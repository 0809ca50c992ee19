"""The forces of a pose or a cycle: both formulations over a batch of poses, and the results
read off them (joint forces by link, slides, inertia, shaking, what the frame receives)."""

from __future__ import annotations

from dataclasses import dataclass
from functools import lru_cache
from types import MappingProxyType

import numpy as np

from ..cycle.sweep import Sweep
from ..solver.solve import Solution
from .bodies import centres, cross, mass_model
from .motion import from_solution, from_sweep
from .newton_euler import solve_forces
from .power import power_balance_torque
from .results import Forces, ForceSweep, FrameLoads, LinkInertia, PowerBalance, SlideForce


def _xy(values: np.ndarray) -> np.ndarray:
    """Complex (N, k) as read-only (N, k, 2) floats, x and y (a view where it can be)."""
    pairs = np.ascontiguousarray(values, complex).view(float).reshape(values.shape + (2,))
    pairs.flags.writeable = False
    return pairs


def _real(values: np.ndarray) -> np.ndarray:
    values = np.array(values, float)
    values.flags.writeable = False
    return values


NO_FORCE_N = 1e-100


def _inertia(model, centre, motion):
    """Force −m·a_G, couple −I·α, offset I·|α|/(m·|a_G|) and the offset point G + r with
    r = (C/|F|²)·(F_y, −F_x) = −i·C·F/|F|² (complex), so that cross(r, F) = C; the offset is inf
    for a pure couple, whose offset point is the centre."""
    force = -model.mass * centre.acceleration
    couple = -model.inertia * motion.alpha
    size = np.abs(force)
    # A force below this (N) is none: the inertia is a pure couple, its offset infinite.
    moving = size > NO_FORCE_N
    offset = np.divide(np.abs(couple), size, out=np.where(couple == 0.0, 0.0, np.inf), where=moving)
    arm = np.divide(-1j * couple * force, size * size, out=np.zeros_like(force), where=moving)
    return force, couple, offset, centre.position + arm


@dataclass(frozen=True, eq=False)
class _Reading:
    """How the results are read off the unknowns, per layout: the reported joint forces (pair,
    sign), which pairs load each fixed pivot, which slides load the frame and with what sign."""

    reported: tuple
    pair_index: np.ndarray
    signs: np.ndarray
    pivots: tuple
    pivot_pairs: np.ndarray
    pivot_starts: np.ndarray
    guides: tuple
    guide_slides: np.ndarray
    guide_signs: np.ndarray
    received_points: np.ndarray


@lru_cache(maxsize=64)
def _reading(lay) -> _Reading:
    reported = tuple((point, link) for pair in lay.pairs for point, link, _ in pair.reported)
    pivots = tuple(dict.fromkeys(pair.frame for pair in lay.pairs if pair.frame is not None))
    # The pairs at the frame, grouped by pivot (the layout lists a point's pairs together).
    at_frame = [i for i, pair in enumerate(lay.pairs) if pair.frame is not None]
    starts = [k for k, i in enumerate(at_frame) if k == 0 or lay.pairs[at_frame[k - 1]].frame != lay.pairs[i].frame]
    # A block on a fixed guide presses on it with −N·n; a block pivoted on the frame with a moving
    # guide through it passes N·n to the frame.
    guides = [(s.name, i, -1.0 if s.guide is None else 1.0) for i, s in enumerate(lay.slides)
              if s.guide is None or s.point in lay.fixed]
    points = [lay.points.index(p) for p in pivots] + [lay.points.index(lay.slides[i].point) for _, i, _ in guides]
    return _Reading(reported=reported,
                    pair_index=np.array([i for i, pair in enumerate(lay.pairs) for _ in pair.reported], int),
                    signs=np.array([sign for pair in lay.pairs for _, _, sign in pair.reported]), pivots=pivots,
                    pivot_pairs=np.array(at_frame, int), pivot_starts=np.array(starts, int),
                    guides=tuple(name for name, _, _ in guides),
                    guide_slides=np.array([i for _, i, _ in guides], int),
                    guide_signs=np.array([sign for _, _, sign in guides]), received_points=np.array(points, int))


def _frame(model, motion, solved, reading: _Reading, torque):
    """What the frame receives (N, pivots + guides) complex, and its moment about the driver pivot,
    the drive's reaction −T included."""
    z = motion.positions
    through_guides = (solved.normals[:, reading.guide_slides] * solved.normal_directions[:, reading.guide_slides]
                      * reading.guide_signs)
    at_pivots = -np.add.reduceat(solved.pairs[:, reading.pivot_pairs], reading.pivot_starts, axis=1)
    received = np.concatenate([at_pivots, through_guides], axis=1)
    lever = np.take(z, reading.received_points, axis=1) - z[:, model.pivot, None]
    return received, cross(lever, received).sum(axis=1) - torque


def _shaking(model, centre, motion, force, couple):
    """Σ(−m·a) of every moving mass and its moment about the driver pivot less Σ I·α, from the
    links' inertia ``force`` and ``couple`` and the particles'."""
    origin = motion.positions[:, model.pivot, None]
    moment = cross(centre.position - origin, force).sum(axis=1) + couple.sum(axis=1)
    total = force.sum(axis=1)
    if len(model.particle_point):
        at = model.particle_point
        particle = -model.particle_mass * np.take(motion.accelerations, at, axis=1)
        total = total + particle.sum(axis=1)
        moment = moment + cross(np.take(motion.positions, at, axis=1) - origin, particle).sum(axis=1)
    return total, moment


def _result(cls, mechanism, motion, pick, **extra):
    """Both formulations over the motion's poses, each value taken through ``pick`` (the one pose,
    or all of them)."""
    model = mass_model(mechanism)
    data = mechanism.mass_data
    lay = model.layout
    centre = centres(model, motion)
    solved = solve_forces(model, motion, centre)
    balance_drive, scale = power_balance_torque(model, motion, centre)
    driver = mechanism.driver
    cylinder = driver.is_actuator
    # A cylinder's drive is its axial force; it puts no couple on any link.
    torque = _real(np.zeros_like(solved.drive) if cylinder else solved.drive)
    speed = driver.linear_speed_m_s if cylinder else driver.speed_rad_s
    reading = _reading(lay)
    joint = _xy(solved.pairs[:, reading.pair_index] * reading.signs)
    joints = {}
    for j, (point, link) in enumerate(reading.reported):
        joints.setdefault(point, {})[link] = pick(joint[:, j])
    push = _xy(solved.normals * solved.normal_directions)
    normals = _real(solved.normals)
    slides = {s.name: SlideForce(normal_n=pick(normals[:, i]), force_n=pick(push[:, i]))
              for i, s in enumerate(lay.slides)}
    force, couple, offset, offset_point = _inertia(model, centre, motion)
    shaking_force, shaking_moment = _shaking(model, centre, motion, force, couple)
    force, couple, offset = _xy(force), _real(couple), _real(offset)
    where, centre_xy = _xy(offset_point), _xy(centre.position)
    index = {k: i for i, k in enumerate(lay.links)}
    inertia = {name: LinkInertia(centre_m=pick(centre_xy[:, k]), force_n=pick(force[:, k]),
                                 couple_n_m=pick(couple[:, k]), offset_m=pick(offset[:, k]),
                                 offset_point_m=pick(where[:, k]))
               for name, k in ((n, index[n]) for n in data.masses)}
    particles = _xy(-np.stack([m.mass_kg * motion.accelerations[:, lay.points.index(p)]
                               for p, m in data.point_masses.items()], axis=1)) if data.point_masses else None
    received, frame_moment = _frame(model, motion, solved, reading, torque)
    pivots, guides = reading.pivots, reading.guides
    received_xy = _xy(received)
    size = np.maximum(np.maximum(np.abs(solved.drive), np.abs(balance_drive)), scale)
    difference = np.divide(np.abs(solved.drive - balance_drive), size, out=np.zeros_like(size), where=size > 0)
    frame = FrameLoads(
        pivots_n=MappingProxyType({p: pick(received_xy[:, i]) for i, p in enumerate(pivots)}),
        guides_n=MappingProxyType({g: pick(received_xy[:, len(pivots) + i]) for i, g in enumerate(guides)}),
        drive_reaction_n_m=pick(_real(-torque)), force_n=pick(_xy(received.sum(axis=1))),
        moment_n_m=pick(_real(frame_moment)))
    return cls(
        mechanism=mechanism, driver_angle_deg=pick(_real(motion.angle_deg)), drive_torque_n_m=pick(torque),
        joints_n=MappingProxyType({p: MappingProxyType(by_link) for p, by_link in joints.items()}),
        slides=MappingProxyType(slides), inertia=MappingProxyType(inertia),
        particle_inertia_n=MappingProxyType({p: pick(particles[:, i]) for i, p in enumerate(data.point_masses)}),
        shaking_force_n=pick(_xy(shaking_force)), shaking_moment_n_m=pick(_real(shaking_moment)), frame=frame,
        power_balance=PowerBalance(
            drive_torque_n_m=pick(_real(np.zeros_like(balance_drive) if cylinder else balance_drive)),
            drive_power_w=pick(_real(solved.drive * speed)), relative_difference=pick(_real(difference)),
            drive_force_n=pick(_real(balance_drive)) if cylinder else None),
        drive_force_n=pick(_real(solved.drive)) if cylinder else None,
        driver_length_m=pick(_real(motion.length_m)) if cylinder else None,
        **extra)


def _one(array: np.ndarray):
    """The single pose of a batch of one: a float, or a read-only (2,) view."""
    return float(array[0]) if array.ndim == 1 else array[0]


def forces(solution: Solution) -> Forces:
    """The forces of one solved pose (frictionless joints), SI.

    Raises NoMassData for a design with no mass data, ForcesUndetermined where statics does
    not fix the joint forces."""
    return _result(Forces, solution.mechanism, from_solution(solution), _one, warnings=tuple(solution.warnings))


def sweep_forces(result: Sweep) -> ForceSweep:
    """The forces over a swept cycle, every pose at once (batched linear solves, no loop per
    angle), with the power-balance check at every pose. Frictionless joints.

    Raises NoMassData for a design with no mass data, ForcesUndetermined where statics does
    not fix the joint forces."""
    mech = result.mechanism
    return _result(ForceSweep, mech, from_sweep(result), lambda a: a, warnings=tuple(result.warnings),
                   full_turn=bool(result.full_turn), speed_rad_s=mech.driver.speed_rad_s)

# [Assigned task]
Lines wanted from the listing above: the line with "for i, k in" up to and including the line with "solved, reading, torque)". Please write them out exactly, adding nothing else.

# [Output below]
    index = {k: i for i, k in enumerate(lay.links)}
    inertia = {name: LinkInertia(centre_m=pick(centre_xy[:, k]), force_n=pick(force[:, k]),
                                 couple_n_m=pick(couple[:, k]), offset_m=pick(offset[:, k]),
                                 offset_point_m=pick(where[:, k]))
               for name, k in ((n, index[n]) for n in data.masses)}
    particles = _xy(-np.stack([m.mass_kg * motion.accelerations[:, lay.points.index(p)]
                               for p, m in data.point_masses.items()], axis=1)) if data.point_masses else None
    received, frame_moment = _frame(model, motion, solved, reading, torque)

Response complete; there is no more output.